Le réquisitoire et le plaidoyer

Les témoignages terminés l’Avocat Général prononce son réquisitoire dans lequel il rappelle que ce procès n’est pas celui du militantisme mais de Pierre-Alain Mannoni, il renvoie donc aux articles 622-1 et 622-2 du code de l’entrée et du séjour des étrangers interdisant l’aide à la circulation d’étrangers en situation irrégulière. Il insiste sur le fait que l’infraction commise par Pierre-Alain Mannoni est établie et indiscutable et qu’il a sciemment transgressé la loi en tentant de dissimuler les personnes qu’il aidait de la police. Il conteste la prétendu naïveté de Mannoni, disant que c’est un homme qui a un certain niveau d’éducation, un universitaire cultivé qui devrait connaître la loi et qui ne peut pas prétendre être inconscient de l’illégalité de son geste, aussi altruiste soit-il.

Le plaidoyer de la défense de l’avocate Maeva Binimélis souligne le caractère désintéressé et purement humanitaire du geste de Mannoni, se raccrochant ainsi à l’article 622-4 du code de l’entrée et du séjour des étrangers, qui accorde l’immunité humanitaire à toute personne qui aiderait des personnes en situation irrégulière dans un but purement humanitaire et si l’acte n’a mené à aucune contrepartie. Elle accuse également l’irrégularité de l’arrestation et de la garde à vue des trois femmes que Mannoni conduisait. Elle répond à l’argument de l’avocat général concernant la tentative de dissimuler les migrants de la police en disant que Mannoni savait qu’il serait contrôlé sur cette route à cette heure et l’a prise néanmoins, ce qui prouve sans l’ombre d’un doute sa sincérité aux yeux de la défense.
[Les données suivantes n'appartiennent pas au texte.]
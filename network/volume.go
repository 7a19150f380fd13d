package network

import (
	"strconv"
	"strings"

	"kinetarium/network/units"
)

// VolumeUnits lists the units a compartment's volume may carry.
const VolumeUnits = "L, mL, uL, nL or fL"

// VolumeUnit returns the model's unit of volume and, per declared
// compartment, the factor that turns its volume into that unit. The
// model's unit is that of the first compartment that gives one; a
// compartment without a unit is read in it. With no units at all the unit
// is "" and every factor 1, so volumes are used as they stand. A unit
// that does not read or is not a volume counts as none (Check reports
// it).
//
// The equations use volumes in the model's unit: amounts are
// concentration × volume in it, and the dilution factor V_r/V_i of the
// compartment rule compares volumes in one unit.
func (m *Model) VolumeUnit() (unit string, scale []float64) {
	scale = make([]float64, len(m.Compartments))
	parsed := make([]units.Unit, len(m.Compartments))
	var ref units.Unit
	for i, c := range m.Compartments {
		scale[i] = 1
		u, ok := compartmentUnit(c)
		if !ok {
			continue
		}
		parsed[i] = u
		if unit == "" {
			unit, ref = strings.TrimSpace(c.Unit), u
		}
	}
	if unit == "" {
		return "", scale
	}
	for i, c := range m.Compartments {
		if _, ok := compartmentUnit(c); ok {
			scale[i] = wholeRatio(parsed[i].Factor / ref.Factor)
		}
	}
	return unit, scale
}

// compartmentUnit returns the parsed unit of c and whether it gives one
// that is a volume.
func compartmentUnit(c Compartment) (units.Unit, bool) {
	if strings.TrimSpace(c.Unit) == "" {
		return units.Unit{}, false
	}
	u, err := units.Parse(c.Unit)
	return u, err == nil && u.IsVolume()
}

// wholeRatio rounds a ratio of the trade's units (1000, 0.001, 1e-12) to
// its exact decimal value, so that mL and L compare as exactly 1/1000.
func wholeRatio(f float64) float64 {
	r, err := strconv.ParseFloat(strconv.FormatFloat(f, 'g', 12, 64), 64)
	if err != nil {
		return f
	}
	return r
}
Ce qui la prouve davantage encore, c’est le fait que Mannoni a dit des choses qui pourraient l’incriminer au sujet du jeune Malik ou du groupe de migrants soudanais mais les a dites sans se poser de questions.

À l’issue de ces 6 heures d’audience, l’issue du procès est bien entendu incertaine. Pierre-Alain Mannoni clôt le procès en clamant encore une fois sa sincérité, il dit que ces 4 années d’aventure judiciaire lui ont permis de réfléchir, qu’il s’est souvent demandé s’il aurait dû dire quelque chose de différent mais qu’il a fini par admettre qu’une « seule chose reste immuable : (son) geste ». À 19h30, le son du marteau du juge sonne la fin de l’audience, la cour rendra son verdict le mercredi 28 octobre prochain.